Es bedeutet eher, dass wir versuchen dieses kleine Geschöpf zu verstehen. Warum es am Straßenrand die Kieselsteine aufsammelt anstatt weiter zu gehen. Warum es so viel Wert darauf legt, bei 30°C eine Haube anziehen zu wollen. Warum es nicht im Kinderwagen sitzen mag, warum es so viel Freude hat etwas auszuräumen und es zu verstehen, wenn es wütend wird oder Unfug im Schilde führt.
Es bedeutet liebevoll den Weg zu weisen ohne alle Stolpersteine aus dem Weg zu räumen, ohne es zum weitergehen zu drängen und ohne es auf diesem Weg zu tragen. Habe ich es richtig verstanden? Hätte ich nur die Möglichkeit gehabt dies mit Ihnen persönlich zu besprechen!

Alles Liebe,
Anna (vom Mars)

Liebe Frau Montessori! 

Heute ist es 61 Jahre und 4 Tage her, dass Sie von uns gegangen sind. Wobei das "von uns" nicht ganz stimmt, denn damals gab es mich ja noch nicht. In Ihren 82 Lebensjahren haben Sie etwas ganz Bewegendes ins Leben gerufen, etwas, was so vielen Pädagogen, Eltern und ganz besonders den Kindern überall auf der Welt unheimlich viel gegeben hat: Mehr Selbstvertrauen, Respekt, Würde und Freiheit!

Wenn man ein Kind auf seinem Lebensweg begleitet, weiß man allerdings: man braucht auch Geduld, gute Nerven und eine gute Portion gesunden Humor. Ohne diesen "überlebt" man die Erziehung kaum! Denn manchmal muss man als Kind auch Stolpersteine des Lebens bewältigen und das kann ziemlich an den Nerven zerren. Verstehen Sie, was ich meine?
Ich komme zum Punkt: Meine Tochter muss zurzeit so einen Stolperstein bewältigen. Sie merkt, dass die Welt sehr groß ist, dass es so vieles zu entdecken gibt und das sie durchs Gehen mobiler ist denn eh und je. Sie kennen diese Phase bei Kleinkindern bestimmt. Sie traut sich immer weiter weg von uns in die große weite Welt hinaus und ja, doch, das beunruhigt sie auch offensichtlich: sie klammert sich an uns auch gleichzeitig ganz, ganz, ganz fest. Da muss ja doch ein Zusammenhang bestehen?!
Und diese Wutanfälle, wenn etwas nicht so geschieht, wie sie es möchte... Gott im Himmel! ...

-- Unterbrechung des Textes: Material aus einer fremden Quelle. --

"""The spectrum: what every product reads."""

from __future__ import annotations

from collections.abc import Mapping
from dataclasses import dataclass

from membrane.records.arrays import Floats
from membrane.records.membrane import Membrane
from membrane.records.modes import Modes
from membrane.records.study import Study


@dataclass(frozen=True)
class NodalPattern:
    """Where one mode stays at rest.

    lines : polylines, each (2, n) metres, every point on the mode's zero set
    length : of all lines, metres, fixed edges not counted
    domains : parts of the head that move as one
    diameters, circles : (m, n) of a round head, else None
    """

    lines: tuple[Floats, ...]
    length: float
    domains: int
    diameters: int | None
    circles: int | None


@dataclass(frozen=True)
class Partial:
    """One row of the table: a mode as the designer reads it.

    frequency, low, high : Hz, low <= frequency <= high
    bracket : "guaranteed", "estimated" or "none"
    bracket_cents : from low to high, None where low is 0
    ratio : to the chosen partial
    note, note_cents : nearest note of equal temperament and the cents above it
    cluster : a number shared by equal frequencies
    """

    number: int
    frequency: float
    low: float
    high: float
    bracket: str
    bracket_cents: float | None
    ratio: float | None
    note: str | None
    note_cents: float | None
    cluster: int
    nodal: NodalPattern


@dataclass(frozen=True, repr=False)
class Spectrum:
    """The answer to a study.

    complete : True only if it is proven that no mode below the last is missing
    timings : seconds by stage
    mesh_facts : triangles, unknowns, degree and the like, by name
    notes : sentences for the user on how the outline was come by
    """

    study: Study
    membrane: Membrane
    modes: Modes
    partials: tuple[Partial, ...]
    complete: bool
    mesh_facts: Mapping[str, float]
    timings: Mapping[str, float]
    notes: tuple[str, ...] = ()

    @property
    def frequencies(self) -> Floats:
        """(n,), Hz."""
        return self.modes.frequencies

    def __repr__(self) -> str:
        first, last = self.frequencies[[0, -1]]
        name = self.study.title or "a study"
        return f"<Spectrum of {name}: {len(self.partials)} modes, {first:.6g} to {last:.6g} Hz>"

Manchmal bin ich dann ratlos und unsicher, wie ich auf dieses Verhalten reagieren soll? Also habe ich versucht auszumachen, was Sie mir wohl raten würden. Und wobei ich mir ganz sicher bin, Sie hätten mir als erstes geraten, gelassen und geduldig zu bleiben. Ja, das ist ein guter Rat, in gewissen Situationen allerdings eine echt große Herausforderung! Sie hätten mir auch höchstwahrscheinlich geraten, mein Kind genau zu beobachten um es besser zu verstehen. Und Sie hätten mir geraten, meinem wütenden und tobenden Kind in Augenhöhe zu begegnen und seine Gefühle zu verbalisieren.

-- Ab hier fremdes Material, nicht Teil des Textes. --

"""Points answered by a reduced model of their mesh where that pays and holds, else in full."""

from __future__ import annotations

from collections import OrderedDict
from collections.abc import Mapping
from typing import Any

import numpy as np
from threadpoolctl import threadpool_limits

from membrane import plugins
from membrane.accuracy import estimate
from membrane.coefficients import coefficients
from membrane.errors import SolveError, StudyError
from membrane.modes import coarser_modes, extract
from membrane.pencil import rescaled
from membrane.pipeline import MESHES
from membrane.records.arrays import Floats
from membrane.records.pencil import Pencil
from membrane.records.study import ModesWanted, Study
from membrane.reduced import ReducedModel, Solved, prepare
from membrane.study import study_from
from membrane.sweep.answer import Answer
from membrane.sweep.points import Point, Points, study_data
from membrane.sweep.solving.full import FullSolves
from membrane.sweep.solving.rungs import Rung
from membrane.sweep.solving.shaping import shape_of
from membrane.sweep.solving.solve import errors

REDUCED = "reduced"
"""The kind of error: the model's own estimate, and the widest of the full solves behind it."""

LEAST = 500
"""Points on one mesh from which a model costs less than the full solves that it saves."""

SHARE = 0.8
"""Of the wanted accuracy that a model takes; the mesh may have the rest."""

SAMPLE = 2000
"""Points of the sweep that a model is made for; the others are held to the same accuracy."""

SEED = 20240301
HELD = 3
"""Outlines whose models a process keeps."""


class ReducedSolves:
    """Answers points by reduced models.

    source : the study's plain data in SI numbers

    A model is made for the numbers that scale parts of one pencil, when the first point of its
    mesh comes, and from the sweep alone: so it is the same in every process. A point that it
    does not answer as exactly as is wanted is solved in full.
    """

    def __init__(self, source: Mapping[str, Any], points: Points) -> None:
        self.source = source
        self.full = FullSolves(source, points)
        self._points = points
        self._models: OrderedDict[str, ReducedModel | None] = OrderedDict()

    def answer(self, point: Point) -> Answer:
        """The modes of a point. Raises MembraneError where there are none."""
        wanted = self.full.study(point).modes
        with threadpool_limits(limits=1, user_api="blas"):
            model, solves = self.model(point)
            answer = None if model is None else _answer(model, self.numbers(point), wanted, solves)
        return answer or self.full.answer(point)

    def model(self, point: Point) -> tuple[ReducedModel | None, int]:
        """The model of a point's mesh, and the full solves made just now.

        None where there can be no model, or where it would not pay.
        """
        own = self.full.own_head(point)
        return self._model(own) if pays(self._points, own.modes) else (None, 0)

    def numbers(self, point: Point) -> Floats:
        """(n_keys,) the numbers of a point that its model takes."""
        pairs = zip(point.values, self._points.shaping, strict=True)
        return np.array([value for value, shapes in pairs if not shapes], dtype=float)

    def _model(self, own: Study) -> tuple[ReducedModel | None, int]:
        name, solves = shape_of(own), 0
        if name not in self._models:
            model = self._models[name] = self._made(own)
            solves = 0 if model is None else model.solves
        self._models.move_to_end(name)
        while len(self._models) > HELD:
            self._models.popitem(last=False)
        return self._models[name], solves

    def _made(self, own: Study) -> ReducedModel | None:
        points, wanted = self._sample(), own.modes
        for place in range(MESHES):
            rung = self.full.ladders.rung(own, place)
            if not self._scales(own, rung, points):
                return None
            accuracy = SHARE * wanted.accuracy / 2
            try:
                model = prepare(
                    rung.fine, self._keys, points, wanted.count, accuracy, _solver(rung, wanted)
                )
            except SolveError:
                return None  # the model has no bounds here, or a full solve says why it failed
            if 2 * model.element_cents.max() <= (1.0 - SHARE) * wanted.accuracy:
                return model
        return None

    @property
    def _keys(self) -> list[str]:
        pairs = zip(self._points.sweep.axes, self._points.shaping, strict=True)
        return [axis.key for axis, shapes in pairs if not shapes]

    def _sample(self) -> Floats:
        """(n, n_keys) numbers of some points, and both ends of all axes."""
        chosen = np.random.default_rng(SEED).permutation(len(self._points))[:SAMPLE]
        rows = [self.numbers(self._points.point(1 + int(place))) for place in chosen]
        pairs = zip(self._points.sweep.axes, self._points.shaping, strict=True)
        axes = [axis.values for axis, shapes in pairs if not shapes]
        ends = [[end(values) for values in axes] for end in (min, max)]
        return np.unique(np.vstack([rows, ends]), axis=0)

    def _scales(self, own: Study, rung: Rung, points: Floats) -> bool:
        """Whether the swept numbers do no more than scale parts of the pencil."""
        if not set(self._keys) <= rung.fine.keys:
            return False
        pairs = zip(self._points.sweep.axes, self._points.shaping, strict=True)
        axes = [axis for axis, shapes in pairs if not shapes]
        for numbers in (points.min(axis=0), points.max(axis=0)):
            try:
                study = study_from(study_data(own.source, axes, numbers.tolist()))
            except StudyError:
                return False
            found = rescaled(rung.fine, rung.membrane, coefficients(study, rung.outline))
            wanted = rung.fine.at(dict(zip(self._keys, numbers.tolist(), strict=True)))
            if found is None or _scales_of(found) != _scales_of(wanted):
                return False
        return True


def pays(points: Points, wanted: ModesWanted) -> bool:
    """Whether models cost less than the full solves that they save, if there can be any."""
    enough = len(points) >= LEAST * points.meshes and not all(points.shaping)
    return enough and wanted.up_to is None and not points.sweep.bracket


def _scales_of(pencil: Pencil) -> list[float]:
    return [part.scale for part in (*pencil.stiffness, *pencil.mass)]


def _answer(
    model: ReducedModel, numbers: Floats, wanted: ModesWanted, solves: int
) -> Answer | None:
    """The model's answer; None where it is not exact enough."""
    found = model.answers(numbers[None])
    cents = found.cents[0] + model.element_cents
    if 2 * cents.max() > wanted.accuracy:
        return None
    return Answer(found.frequencies[0], cents, REDUCED, solves)


def _solver(rung: Rung, wanted: ModesWanted) -> Any:
    """Full solves on a rung, as the making of a model asks for them."""
    solver = plugins.load("eigensolver", wanted.eigensolver).solve

    def solve(pencil: Pencil, count: int) -> Solved:
        modes = extract(pencil, count, solver, wanted.accuracy)
        scales = {part.key: part.scale for part in (*pencil.stiffness, *pencil.mass)}
        check = coarser_modes(rung.coarse.at(scales), modes)
        cents = errors(modes, estimate(modes, check, ""))
        return Solved(modes.eigenvalues, modes.vectors[pencil.space.free], cents)

    return solve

Gelassenheit und Ruhe, Respekt und Verständnis sind wirklich beherzigende Ratschläge, auch wenn Sie manchmal verdammt schwer in die Tat umzusetzen sind. Was Sie mir aber auf jeden Fall noch gesagt hätten: "Setzen Sie ihrem geliebten Kind auch Grenzen! Denn ohne Grenzen ist man wie ein bodenloses Fass, wie ein einsames Schiff am Meer ohne Kapitän." Wie wahr!

Mit freundlichen Grüßen,
Anna

Liebe Frau Montessori!

Sie haben meine volle Bewunderung. Ehrlich! Immer wieder würde ich Ihren Weg wählen und gehen wollen, schon so oft halfen Sie mir ohne es zu wissen! Dennoch hätte ich da eine kleine Frage, die mich nicht in Ruhe lässt: Wieso ist die Sache mit dem Essen so mühsam? Ich meine, ich verstehe, dass der Lernprozess, wie man kultiviert und anständig isst, holprig und langwierig ist, aber so mühsam?

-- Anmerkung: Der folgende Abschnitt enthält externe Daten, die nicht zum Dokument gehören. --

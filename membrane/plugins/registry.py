"""The registry: a plugin's name to its module, imported on first use."""

from __future__ import annotations

from collections.abc import Mapping
from dataclasses import dataclass
from functools import lru_cache
from importlib.metadata import EntryPoint, entry_points
from types import MappingProxyType
from typing import Any

from membrane.errors import PluginError
from membrane.plugins.script import is_script, load_script
from membrane.plugins.source import first_sentence
from membrane.wording import unknown

OWN_PACKAGE = "membrane"

GROUPS: Mapping[str, str] = MappingProxyType(
    {
        "outline": "membrane.outlines",
        "term": "membrane.terms",
        "eigensolver": "membrane.eigensolvers",
        "product": "membrane.products",
    }
)
"""Kinds of plugin and the entry point group in which packages declare theirs."""

_OWN = {
    "outline": (
        "membrane.geometries",
        "disc ellipse rectangle polygon regular_polygon sector stadium rounded_rectangle spline"
        " fourier file",
    ),
    "term": ("membrane.terms", "tension areal_density bedding edge_stiffness edge_mass"),
    "eigensolver": ("membrane.eigensolvers", "shift_invert arpack_superlu dense"),
    "product": ("membrane.products", "summary modes_csv table vtu nodal_lines pictures"),
}
_NEEDS = {
    "outline": ("Options", "edges", "build"),
    "term": ("Options", "contribute"),
    "eigensolver": ("solve",),
    "product": ("Options", "write"),
}


@dataclass(frozen=True)
class Plugin:
    """A registered plugin.

    target : dotted path of its module
    package : name of the installed package that brings it
    """

    kind: str
    name: str
    target: str
    package: str


@lru_cache(maxsize=len(GROUPS))
def registered(kind: str) -> Mapping[str, Plugin]:
    """All plugins of a kind by name, read-only; none of them is imported.

    Raises PluginError where two packages claim one name.
    """
    found: dict[str, Plugin] = {}
    for plugin in (*_own(kind), *_installed(kind)):
        other = found.setdefault(plugin.name, plugin)
        if other != plugin:
            packages = f"{other.package} ({other.target}) and {plugin.package} ({plugin.target})"
            raise PluginError(
                f'The {kind} "{plugin.name}" is claimed by both {packages}; '
                "uninstall or rename one of them."
            )
    return MappingProxyType(found)


def names(kind: str) -> tuple[str, ...]:
    """Names of all plugins of a kind, our own first."""
    return tuple(registered(kind))


def find(kind: str, name: str) -> Plugin:
    """The plugin of that name, not imported. Raises PluginError for an unknown name."""
    known = registered(kind)
    if name not in known:
        raise PluginError(unknown(kind, name, tuple(known)))
    return known[name]


def package_of(kind: str, name: str) -> str:
    """The installed package that a plugin comes from."""
    return find(kind, name).package


def load(kind: str, name: str) -> Any:
    """The plugin's module; for an outline, ``name`` may be the path of a script.

    Raises PluginError, with one sentence, for a plugin that is unknown or broken.
    """
    if kind == "outline" and is_script(name):
        return _complete(kind, name, load_script(name))
    return _load_registered(find(kind, name))


def describe(kind: str, name: str) -> str:
    """The plugin's one-sentence help, read without running the plugin."""
    return first_sentence(find(kind, name).target)


def _own(kind: str) -> list[Plugin]:
    folder, listed = _OWN[kind]
    return [Plugin(kind, name, f"{folder}.{name}", OWN_PACKAGE) for name in listed.split()]


def _installed(kind: str) -> list[Plugin]:
    return [
        Plugin(kind, entry.name, entry.value, entry.dist.name if entry.dist else "unknown package")
        for entry in sorted(entry_points(group=GROUPS[kind]))
    ]


@lru_cache(maxsize=128)
def _load_registered(plugin: Plugin) -> Any:
    entry = EntryPoint(plugin.name, plugin.target, GROUPS[plugin.kind])
    try:
        module = entry.load()
    except Exception as failure:  # a stranger's module may raise anything at all
        raise PluginError(
            f'The {plugin.kind} "{plugin.name}" of {plugin.package} cannot be imported '
            f"({type(failure).__name__}: {failure}); repair or uninstall that package."
        ) from failure
    return _complete(plugin.kind, plugin.name, module)


def _complete(kind: str, name: str, module: Any) -> Any:
    lacking = [need for need in _NEEDS[kind] if not hasattr(module, need)]
    if lacking:
        raise PluginError(
            f'The {kind} "{name}" lacks {" and ".join(lacking)}; '
            f"a plugin of this kind must have {', '.join(_NEEDS[kind])}."
        )
    return module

Was mir dabei jedes mal, wenn wir beim Esstisch sitzen, am schwersten aufs Herz drückt ist nicht der Appetit, der mir vergeht, auch nicht die Arbeit, alle Reiskörner wieder aufzupicken, nein, es ist der Gedanke, dass so viele Kinder auf der Welt Hunger leiden während ich den halbvollen Teller von meiner Tochter im Müll entsorgen muss. Egal wie wenig sie auf dem Teller hat, einen Teil lässt sie einfach liegen. Was soll ich tun? Wie soll ich meine Kleine dazu bringen, das Essen nicht zu verschwenden? Natürlich ist mir das bewusst, dass sie auch mit dem Essen herumexperimentieren möchte und tagtäglich springe ich über meinen Schatten und lasse sie auch beim Esstisch die Welt entdecken. Dennoch bedrückt mich der Gedanke, dass viele Kinder sich über das Essen, das da verschwendet wird freuen würden. Hätten Sie da, wie schon so oft in anderen Situationen, einen Rat für mich?